Polivy and Herman (2002) analyzed the psychology that makes people attempt to change themselves, fail, and attempt to change themselves again. They describe it as a cycle of failure and renewed effort or a “false hope syndrome”. One of the challenges is that many of the desired changes are unrealistic, such as the speed it will happen at and how easy it will be.
Okay, so assuming that a person made a resolution that is manageable, what does it take to make it stick? Willpower is one of the biggest challenges. You have to have the willpower to make and maintain any sort of change. I always find it is how I do in the tough times that affects my ability to maintain any sort of commitment. When I was training for a long distance ski event, it wasn’t whether I could make it out to ski with friends in nice weather but whether I went out in miserable weather by myself that determined success. It was a good thing too as the conditions on the day of the event were challenging to say the least. One person described the trail of skiers as a death march because of how difficult it was.
So, one thing I never knew about willpower is that some people view it as a limited resource. You run out of it as you use it. Fortunately, other research indicates that it is actually whether or not you believe you can run out of willpower that determines whether you will run out of willpower (Job, Dweck, & Walton, 2010).
The other nice thing to know is that you can improve your willpower or self-control. Repeated exercises of self-control can improve your willpower over time. This tends to be small tasks that take a lot of self-control to carry out. In other words, practicing tasks with no external motivation for support will help improve self-control. I have seen people consciously try to open doors or use their mouse with their non-dominant hand as an example.
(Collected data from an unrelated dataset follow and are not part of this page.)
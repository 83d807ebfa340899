import { randomUUID } from 'node:crypto';
import type { EntityManager } from 'typeorm';
import type { ShopDetail, ShopRole, ShopSummary } from '@tappet/contracts';
import type { Database } from '../../db/write-lock';
import type { Clock } from '../../lib/clock';
import { recordAudit, diffChanges, type AuditActor } from '../audit/audit.service';
import { MembershipEntity, ShopEntity, type Shop } from './shops.entity';

/** The public view of a shop. */
export function toShopDetail(shop: Shop): ShopDetail {
  return { id: shop.id, name: shop.name, slug: shop.slug, createdAt: shop.createdAt.toISOString() };
}

/** A URL-safe slug from a name ("Harbour Works" → "harbour-works"). */
export function slugify(name: string): string {
  const slug = name
    .normalize('NFKD')
    .replace(/[\u0300-\u036f]/g, '')
    .toLowerCase()
    .replace(/[^a-z0-9]+/g, '-')
    .replace(/^-+|-+$/g, '')
    .slice(0, 80);
  return slug || 'shop';
}

/** Creates a shop inside a write; its slug is made unique by a suffix when needed. */
export async function insertShop(manager: EntityManager, input: { name: string; slug?: string; at: Date; actor: AuditActor }): Promise<Shop> {
  const base = input.slug ?? slugify(input.name);
  let slug = base;
  for (let n = 2; await manager.exists(ShopEntity, { where: { slug } }); n++) slug = `${base}-${n}`;
  const shop: Shop = { id: randomUUID(), name: input.name, slug, billingState: 'trial', createdAt: input.at };
  await manager.insert(ShopEntity, shop);
  await recordAudit(manager, { shopId: shop.id, actor: input.actor, action: 'shop.created', entity: 'shop', entityId: shop.id, changes: { name: { before: null, after: shop.name } }, at: input.at });
  return shop;
}

/** Adds a person to a shop with a role, inside a write. */
export async function insertMembership(
  manager: EntityManager,
  input: { shopId: string; userId: string; role: ShopRole; spendingLimitMinor?: number | null; at: Date; actor: AuditActor },
): Promise<void> {
  const id = randomUUID();
  await manager.insert(MembershipEntity, { id, shopId: input.shopId, userId: input.userId, role: input.role, spendingLimitMinor: input.spendingLimitMinor ?? null, isActive: true, createdAt: input.at });
  await recordAudit(manager, {
    shopId: input.shopId,
    actor: input.actor,
    action: 'membership.created',
    entity: 'membership',
    entityId: id,
    changes: { userId: { before: null, after: input.userId }, role: { before: null, after: input.role } },
    at: input.at,
  });
}

export function createShopsService(deps: { db: Database; clock: Clock }) {
  const { db, clock } = deps;
  return {
    /** The shops a person is an active member of, with their role, by name. */
    async listForUser(userId: string): Promise<ShopSummary[]> {
      return db.reader
        .createQueryBuilder()
        .select(['s.id AS id', 's.name AS name', 'm.role AS role'])
        .from(MembershipEntity, 'm')
        .innerJoin(ShopEntity.options.name, 's', 's.id = m.shop_id')
        .where('m.user_id = :userId AND m.is_active = 1', { userId })
        .orderBy('s.name', 'ASC')
        .getRawMany<ShopSummary>();
    },

    /** Renames a shop (the caller has checked permission). Audited with the changed fields. */
    async update(shop: Shop, patch: { name: string }, actor: AuditActor): Promise<Shop> {
      const changes = diffChanges(shop, patch);
      if (Object.keys(changes).length === 0) return shop;
      await db.write(async (manager) => {
        await manager.update(ShopEntity, { id: shop.id }, { name: patch.name });
        await recordAudit(manager, { shopId: shop.id, actor, action: 'shop.updated', entity: 'shop', entityId: shop.id, changes, at: clock.now() });
      });
      return { ...shop, ...patch };
    },
  };
}

export type ShopsService = ReturnType<typeof createShopsService>;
New Year’s resolutions don’t have to be negative experiences. But they also can’t be isolated. If you need to lose a lot of weight, don’t make your New Year’s resolution to lose 100 pounds by March. If you want to exercise more, don’t start by going to the gym three times a week if you weren’t going at all before. And believe that you have the willpower to do it. If you don’t, work on improving your willpower through small tasks before you take on that resolution.